_TASK INSTRUCTIONS_. From the entries that follow, report every line in which "full" occurs.

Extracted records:

import { queryOptions, useMutation, useQuery, useQueryClient } from '@tanstack/react-query'
import type { BatchDetail, UpdateBatchInput } from '@shared/schemas/batches'
import { batchKeys } from '@/features/batches/api/batches'
import { api } from '@/lib/api-client'

export const batchQuery = (id: number) =>
  queryOptions({
    queryKey: batchKeys.detail(id),
    queryFn: async () => (await api<{ batch: BatchDetail }>(`/batches/${id}`)).batch,
    refetchOnMount: 'always',
  })

export const useBatch = (id: number) => useQuery(batchQuery(id))

export function useUpdateBatch(id: number) {
  const qc = useQueryClient()
  return useMutation({
    meta: { handlesError: true },
    mutationFn: (patch: UpdateBatchInput) =>
      api<{ batch: BatchDetail }>(`/batches/${id}`, { method: 'PATCH', body: patch }),
    onSuccess: ({ batch }) => {
      qc.setQueryData(batchKeys.detail(id), batch)
      return qc.invalidateQueries({ queryKey: batchKeys.lists() })
    },
  })
}
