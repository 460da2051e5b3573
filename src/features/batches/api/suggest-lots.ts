import { keepPreviousData, queryOptions, useQuery } from '@tanstack/react-query'
import type { BatchSuggestion } from '@shared/schemas/batches'
import { batchKeys } from '@/features/batches/api/batches'
import { api, qs } from '@/lib/api-client'

export type SuggestParams = {
  productId: number
  oilWeightG?: number
  pourDate?: string
  barsCut?: number
  barsKeptBack?: number
}

export const suggestionQuery = (p: SuggestParams) =>
  queryOptions({
    queryKey: [...batchKeys.suggestions(), p] as const,
    queryFn: async () =>
      (await api<{ suggestion: BatchSuggestion }>(`/batches/suggest-lots${qs(p)}`)).suggestion,
    staleTime: 0,
    // The form shows what went wrong beside the fields.
    meta: { handlesError: true },
  })

export const useSuggestion = (p: SuggestParams | null) =>
  useQuery({
    ...suggestionQuery(p ?? { productId: 0 }),
    enabled: p !== null,
    placeholderData: keepPreviousData,
    retry: false,
  })
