describe("the log in the browser", () => {
  it("keeps entries across a reload and offline, newest first", async () => {
    const b = await launchBrowser({ profileDir: profile() });
    try {
      const { page, context } = b;
      await page.goto(app.url);
      await expect.poll(() => shownCount(page), { timeout: 15_000 }).toBe(0);
      await logDemo(page, "first note");
      expect(await shownCount(page)).toBe(1);

      await page.reload();
      await expect.poll(() => shownCount(page), { timeout: 15_000 }).toBe(1);
      expect((await rowTexts(page))[0]).toContain("first note");

      await waitForController(page);
      await context.setOffline(true);
      const resp = await page.reload();
      expect(resp?.fromServiceWorker()).toBe(true);
      await expect.poll(() => shownCount(page), { timeout: 15_000 }).toBe(1);
      await logDemo(page, "written offline");
      await context.setOffline(false);
      await page.reload();
      await expect.poll(() => shownCount(page), { timeout: 15_000 }).toBe(2);
      const rows = await rowTexts(page);
      expect(rows[0]).toContain("written offline");
      expect(rows[1]).toContain("first note");
    } finally {
      await b.close();
    }
  });

  it("keeps the device's position accuracy with an entry logged from that position", async () => {
    const b = await launchBrowser({ profileDir: profile() });
    try {
      const { page, context } = b;
      await context.grantPermissions(["geolocation"], { origin: new URL(app.url).origin });
      await context.setGeolocation({ latitude: 46.5, longitude: 7.25, accuracy: 35 });
      await page.goto(app.url);
      await expect.poll(() => shownCount(page), { timeout: 15_000 }).toBe(0);
      await page.getByRole("button", { name: "Use my position" }).click();
      await expect
        .poll(() => page.getByText(/^Position found, accurate to about/).isVisible(), {
          timeout: 10_000,
        })
        .toBe(true);
      expect(await page.getByLabel("Latitude").inputValue()).toBe("46.5");
      // The estimate on screen (the one logged) follows the new place.
      await expect
        .poll(() => page.getByText(/Source at 46\.5° N, 7\.25° E/).isVisible(), { timeout: 10_000 })
        .toBe(true);
      const log = page.getByRole("button", { name: "Log this estimate" });
      await expect.poll(() => log.isEnabled(), { timeout: 15_000 }).toBe(true);
      await log.click();
      await expect
        .poll(() => page.getByText(/^Logged: estimate of/).isVisible(), { timeout: 10_000 })
        .toBe(true);
      // Read the stored entry straight from IndexedDB (schema: src/storage/schema.ts).
      const place = await page.evaluate(
        () =>
          new Promise<unknown>((done, fail) => {
            const req = indexedDB.open("driftmark");
            req.onerror = () => fail(req.error);
            req.onsuccess = () => {
              const all = req.result.transaction("estimates").objectStore("estimates").getAll();
              all.onsuccess = () => done((all.result[0] as { place: unknown }).place);
              all.onerror = () => fail(all.error);
            };
          }),
      );
      expect(place).toEqual({ lat: 46.5, lon: 7.25, accuracy_m: 35 });
    } finally {
      await b.close();
    }
  });

  it("has an entry written just before the browser is closed on the next open", async () => {
    const dir = profile();
    const first = await launchBrowser({ profileDir: dir });
    await first.page.goto(app.url);
    await expect.poll(() => shownCount(first.page), { timeout: 15_000 }).toBe(0);
    await logDemo(first.page, "last words");
    await first.close(); // straight after the app reported the write

    const second = await launchBrowser({ profileDir: dir });
    try {
      await second.page.goto(app.url);
      await expect.poll(() => shownCount(second.page), { timeout: 15_000 }).toBe(1);
      expect((await rowTexts(second.page))[0]).toContain("last words");
    } finally {
      await second.close();
    }
  });

  it("deletes one entry with undo, and deletes all only after the typed word", async () => {
    const b = await launchBrowser({ profileDir: profile() });
    try {
      const { page } = b;
      await page.goto(app.url);
      await logDemo(page, "one");
      await page.getByLabel("Note (optional)").fill("two");
      await page.getByRole("button", { name: "Log this estimate" }).click();
      await expect.poll(() => shownCount(page)).toBe(2);

      await page.locator(".dm-log-rowbtn", { hasText: "one" }).click();
      await page.getByRole("button", { name: "Delete entry" }).click();
      await expect.poll(() => shownCount(page)).toBe(1);
      await page.getByRole("button", { name: "Undo delete" }).click();
      await expect.poll(() => shownCount(page)).toBe(2);
      await page.reload();
      await expect.poll(() => shownCount(page), { timeout: 15_000 }).toBe(2);

      await page.getByRole("button", { name: "Delete all entries…" }).click();
      const confirm = page.getByRole("button", { name: "Delete all", exact: true });
      expect(await confirm.isDisabled()).toBe(true);
      await page.getByLabel(/Type DELETE to delete all/).fill("delete");
      expect(await confirm.isDisabled()).toBe(true);
      await page.getByLabel(/Type DELETE to delete all/).fill("DELETE");
      await confirm.click();
      await expect.poll(() => shownCount(page)).toBe(0);
    } finally {
      await b.close();
    }
  });

  it("keeps entries through a service-worker update", async () => {
    const root = mkdtempSync(join(tmpdir(), "driftmark-log-dist-"));
    cpSync(join(import.meta.dirname, "..", "..", "dist"), root, { recursive: true });
    const server = await startServer({ port: 0, root });
    const b = await launchBrowser({ profileDir: profile() });
    try {
      const { page } = b;
      await page.goto(server.url);
      await waitForController(page);
      await logDemo(page, "before update");
      appendFileSync(join(root, "sw.js"), "\n// next version\n");
      await page.evaluate(async () => {
        await (await navigator.serviceWorker.getRegistration())?.update();
      });
      const button = page.getByRole("button", { name: "Update available — reload" });
      await expect.poll(() => button.isVisible(), { timeout: 15_000 }).toBe(true);
      await Promise.all([page.waitForEvent("load"), button.click()]);
      await expect.poll(() => shownCount(page), { timeout: 15_000 }).toBe(1);
      expect((await rowTexts(page))[0]).toContain("before update");
      const waiting = await page.evaluate(
        async () => (await navigator.serviceWorker.getRegistration())?.waiting != null,
      );
      expect(waiting).toBe(false);
    } finally {
      await b.close();
      await server.close();
      rmSync(root, { recursive: true, force: true });
    }
  });

  it("shares the footprint as a file (download here: headless chromium cannot share files) and logs it", async () => {
    const b = await launchBrowser({ profileDir: profile() });
    try {
      const { page } = b;
      await page.goto(app.url);
      await page.getByRole("button", { name: "Demo" }).click();
      const share = page.getByRole("button", { name: "Share footprint" }).first();
      await expect.poll(() => share.isEnabled(), { timeout: 15_000 }).toBe(true);
      const [download] = await Promise.all([page.waitForEvent("download"), share.click()]);
      expect(download.suggestedFilename()).toMatch(/^driftmark-footprint-\d{8}-\d{6}\.geojson$/);
      const fc = JSON.parse(readFileSync((await download.path()) as string, "utf8"));
      expectValidFootprintFile(fc);
      expect(fc.caution).toBe(CAUTION);
      await expect.poll(() => shownCount(page)).toBe(1); // sharing logged the estimate
    } finally {
      await b.close();
    }
  });

  it("imports 10,000 entries, renders only the visible rows, and reports rejected ones", async () => {
    const b = await launchBrowser({ profileDir: profile() });
    try {
      const { page } = b;
      await page.goto(app.url);
      await logDemo(page, "template");
      // Build a backup in the page from the logged entry: 10,000 copies an hour apart, plus one bad.
      const texts = await page.evaluate(async () => {
        const db: IDBDatabase = await new Promise((ok, no) => {
          const r = indexedDB.open("driftmark");
          r.onsuccess = () => ok(r.result);
          r.onerror = () => no(r.error);
        });
        const all: Record<string, unknown>[] = await new Promise((ok) => {
          const r = db.transaction("estimates").objectStore("estimates").getAll();
          r.onsuccess = () => ok(r.result);
        });
        db.close();
        // Keep each copy small (no points) so that 10,000 fit in the 20 MB limit.
        const full = all[0] as Record<string, Record<string, unknown>>;
        const { points: _p, ...scenario } = full.scenario as Record<string, unknown>;
        const t = { ...full, scenario, results: { ...full.results, points: [] } };
        const t0 = Date.UTC(2024, 0, 1);
        const entries: unknown[] = [];
        for (let i = 0; i < 10_000; i++) {
          const d = new Date(t0 + i * 3_600_000).toISOString();
          entries.push({
            ...t,
            id: `bulk-${i}`,
            time_utc: d,
            time_local: d.replace(".000Z", "Z"),
            note: `bulk ${i}`,
          });
        }
        const bad = { ...t, id: "bad-1", place: { lat: "north", lon: 8 } };
        const wrap = (list: unknown[]) =>
          JSON.stringify({
            format: "driftmark-log",
            version: 1,
            exported_utc: new Date().toISOString(),
            entries: list,
          });
        // Two files (each under 20 MB) that overlap by 2,000 entries.
        return [wrap(entries.slice(0, 6000)), wrap([...entries.slice(4000), bad])];
      });
      const summary = page.getByTestId("import-summary");
      const input = page.getByTestId("log-import");
      for (const [i, text] of texts.entries()) {
        expect(text.length).toBeLessThan(20 * 1024 * 1024);
        const started = performance.now();
        await input.setInputFiles({
          name: `bulk-${i}.json`,
          mimeType: "application/json",
          buffer: Buffer.from(text),
        });
        const want =
          i === 0
            ? "Added 6000; already in the log 0; rejected 0"
            : "Added 4000; already in the log 2000; rejected 1";
        await expect
          .poll(async () => (await summary.isVisible()) && (await summary.textContent()), {
            timeout: 30_000,
          })
          .toContain(want)
          .catch(async (e: unknown) => {
            throw new Error(
              `${String(e)}; status: ${await page.locator(".dm-log-status").textContent()}`,
            );
          });
        // A figure to read, not a check (tests never assert on time).
        console.log(`import ${i + 1}: ${Math.round(performance.now() - started)} ms`);
      }
      expect(await summary.textContent()).toContain("place.lat: must be a finite number");
      await expect.poll(() => shownCount(page), { timeout: 30_000 }).toBe(10_001);
      const rendered = await page.locator(".dm-log-row").count();
      expect(rendered).toBeGreaterThan(0);
      expect(rendered).toBeLessThan(40);
      // Scroll to the end: the oldest entry is rendered there, still only a window of rows.
      await page.getByTestId("log-window").evaluate((el) => {
        el.scrollTop = el.scrollHeight;
      });
      await expect
        .poll(() => page.locator(".dm-log-rowbtn", { hasText: "bulk 0" }).count())
        .toBe(1);
      expect(await page.locator(".dm-log-row").count()).toBeLessThan(40);
      // Filter by text and by day.
      await page.getByLabel("Filter by text").fill("bulk 9999");
      await expect.poll(() => page.getByTestId("log-count").textContent()).toMatch(/^1 of 10001/);
      await page.getByLabel("Filter by text").fill("");
      await page.getByLabel("Day").fill("2024-01-02");
      await expect.poll(() => page.getByTestId("log-count").textContent()).toMatch(/^24 of 10001/);
    } finally {
      await b.close();
    }
  });

  it("has no axe-core violations in the log section (entry open, delete-all asked) and 44 px targets", async () => {
    const b = await launchBrowser({ profileDir: profile() });
    try {
      const { page } = b;
      await page.goto(app.url);
      await logDemo(page, "<img src=x onerror=alert(1)> checked as text");
      await page.locator(".dm-log-rowbtn").first().click();
      await expect.poll(() => page.getByTestId("log-detail").isVisible()).toBe(true);
      // The note is shown as text, not turned into an element.
      expect(await page.locator(".dm-log img").count()).toBe(0);
      expect(await page.getByTestId("log-detail").textContent()).toContain("<img src=x");
      await page.getByRole("button", { name: "Delete all entries…" }).click();
      for (const theme of ["day", "night"]) {
        if (theme === "night") await page.getByRole("button", { name: "Night theme" }).click();
        const result = await new AxeBuilder({ page }).include(".dm-log").analyze();
        expect(
          result.violations.map(
            (v) => `${theme} ${v.id}: ${v.nodes.map((n) => n.target).join(" | ")}`,
          ),
        ).toEqual([]);
      }
      // WCAG 2.2 SC 2.5.5 (AAA) target size 44 × 44 CSS px, the project's rule for every control.
      const small = await page
        .locator(".dm-log button, .dm-log input:not(.dm-visually-hidden), .dm-log .button-link")
        .evaluateAll((els) =>
          els
            .map((el) => ({ el, r: el.getBoundingClientRect() }))
            .filter(({ r }) => r.width > 0 && (r.width < 44 || r.height < 44))
            .map(
              ({ el, r }) =>
                `${el.textContent || el.id}: ${Math.round(r.width)}×${Math.round(r.height)}`,
            ),
        );
      expect(small).toEqual([]);
    } finally {
      await b.close();
    }
  });
});
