function build(
  form: FormState,
  ctx: BuildContext,
  lenient: boolean,
): { scenario: Scenario | null; problems: FieldProblem[] } {
  const problems: FieldProblem[] = [];
  const standIn = (required: boolean) => (lenient && required ? 1 : undefined);

  const num = (id: string, text: string, required: boolean): number | undefined => {
    const v = parseNumber(text);
    if (v === undefined) {
      problems.push({ field: id, message: `${fieldLabel(id)}: ${quote(text)} is not a number` });
      return standIn(required);
    }
    if (v === null) {
      if (required) problems.push({ field: id, message: `${fieldLabel(id)}: enter a value` });
      return standIn(required);
    }
    return v;
  };

  let release: Scenario["release"] | undefined;
  const heightV = num(FIELD.height, form.height, false);
  const height_m = heightV === undefined ? undefined : lengthToM(heightV, form.heightUnit);
  let hot: Scenario["release"]["hot"];
  let airK: number | undefined;
  if (form.hotOn) {
    const air = num(FIELD.airTemp, form.airTemp, false);
    if (air !== undefined) airK = temperatureToK(air, form.gasTempUnit);
    const sp = num(FIELD.exitSpeed, form.exitSpeed, true);
    const d = num(FIELD.diameter, form.diameter, true);
    const t = num(FIELD.gasTemp, form.gasTemp, true);
    if (sp !== undefined && d !== undefined && t !== undefined) {
      hot = {
        exit_speed_m_s: sp,
        diameter_m: lengthToM(d, form.diameterUnit),
        gas_temperature_k: temperatureToK(t, form.gasTempUnit),
      };
    }
  }
  const common = {
    ...(height_m !== undefined ? { height_m } : {}),
    ...(form.heavyOrCold ? { heavy_or_cold: true } : {}),
    ...(hot ? { hot } : {}),
  };
  if (form.kind === "continuous") {
    const rate = num(FIELD.rate, form.rate, true);
    // An empty duration means an ongoing release.
    const dur = num(FIELD.duration, form.duration, false);
    if (rate !== undefined && (parseNumber(form.duration) === null || dur !== undefined)) {
      release = {
        kind: "continuous",
        rate_g_s: rateToGPerS(rate, form.rateUnit),
        ...(dur !== undefined ? { duration_s: timeToS(dur, form.durationUnit) } : {}),
        ...common,
      };
    }
  } else {
    const mass = num(FIELD.mass, form.mass, true);
    if (mass !== undefined) {
      release = { kind: "instantaneous", mass_g: massToG(mass, form.massUnit), ...common };
    }
  }

  const ws = num(FIELD.windSpeed, form.windSpeed, true);
  const wh = num(FIELD.windHeight, form.windHeight, false);
  const typedDir = parseDirection(form.windFrom);
  const dir = typeof typedDir === "number" ? typedDir : lenient ? 0 : typedDir;
  if (typedDir === undefined) {
    problems.push({
      field: FIELD.windFrom,
      message: `Wind from: ${quote(form.windFrom)} is not degrees or a compass point (N, NNE … NNW)`,
    });
  } else if (typedDir === null) {
    problems.push({
      field: FIELD.windFrom,
      message: "Wind from: enter degrees or a compass point",
    });
  }
  const swing = num(FIELD.windSwing, form.windSwing, false);
  const nz = num(FIELD.nearZone, form.nearZone, false);
  const zr = num(FIELD.receptorHeight, form.receptorHeight, false);
  const mix = num(FIELD.mixingHeight, form.mixingHeight, false);
  const usesPpm = form.limits.some((l) => l.unit === "ppm");
  let mw = num(FIELD.molecularWeight, form.molecularWeight, false);
  if (usesPpm && mw === undefined && parseNumber(form.molecularWeight) === null) {
    problems.push({
      field: FIELD.molecularWeight,
      message: "Molecular weight: needed to convert ppm limits (g/mol)",
    });
  }
  if (usesPpm && mw === undefined && lenient) mw = 1;

  if (form.limits.length === 0) {
    problems.push({ field: FIELD.limits, message: "Limits: add at least one limit" });
  }
  const limits: Scenario["limits"] = [];
  form.limits.forEach((l, i) => {
    const value = num(limitFieldId(i, "value"), l.value, true);
    const avg = num(limitFieldId(i, "avg"), l.averagingMin, true);
    const label = l.name.trim() || `Limit ${i + 1}`;
    if (value !== undefined && avg !== undefined) {
      limits.push({ label, value, unit: l.unit, averaging_s: timeToS(avg, "min") });
    }
  });
  const labels = form.limits.map((l, i) => l.name.trim() || `Limit ${i + 1}`);
  labels.forEach((label, i) => {
    if (labels.indexOf(label) !== i) {
      problems.push({
        field: limitFieldId(i, "name"),
        message: `${fieldLabel(limitFieldId(i, "name"))}: '${label}' is already used by another limit; give each a different name`,
      });
    }
  });

  const latV = num(FIELD.lat, form.lat, false);
  const lonV = num(FIELD.lon, form.lon, false);
  const latEmpty = parseNumber(form.lat) === null;
  const lonEmpty = parseNumber(form.lon) === null;
  if (latEmpty !== lonEmpty) {
    const missing = latEmpty ? FIELD.lat : FIELD.lon;
    problems.push({
      field: missing,
      message: `${fieldLabel(missing)}: enter both latitude and longitude, or neither`,
    });
  }

  if ((problems.length > 0 && !lenient) || !release || ws === undefined || dir == null) {
    return { scenario: null, problems };
  }
  const weather: Scenario["weather"] = {
    wind_speed_m_s: speedToMPerS(ws, form.windSpeedUnit),
    wind_from_deg: dir,
    stability: form.stability,
    sky: form.sky,
    terrain: form.terrain,
    ...(wh !== undefined ? { wind_height_m: lengthToM(wh, form.windHeightUnit) } : {}),
    ...(mix !== undefined ? { mixing_height_m: lengthToM(mix, form.mixingHeightUnit) } : {}),
    ...(airK !== undefined ? { air_temperature_k: airK } : {}),
    ...(form.stability === "auto" ? { time: ctx.timeIso } : {}),
  };
  const scenario: Scenario = {
    release,
    weather,
    limits,
    ...(mw !== undefined ? { molecular_weight_g_mol: mw } : {}),
    ...(swing !== undefined ? { wind_swing_deg: swing } : {}),
    ...(nz !== undefined ? { near_zone_m: nz } : {}),
    ...(zr !== undefined ? { receptor_height_m: zr } : {}),
    ...(form.scheme !== "briggs" ? { sigma_scheme: form.scheme } : {}),
    ...(latV !== undefined && lonV !== undefined ? { source: { lat: latV, lon: lonV } } : {}),
    ...(form.limitSet ? { limit_set: form.limitSet } : {}),
  };
  return { scenario, problems };
}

_ANSWER SPACE_.
        const full = all[0] as Record<string, Record<string, unknown>>;
        const { points: _p, ...scenario } = full.scenario as Record<string, unknown>;
        const t = { ...full, scenario, results: { ...full.results, points: [] } };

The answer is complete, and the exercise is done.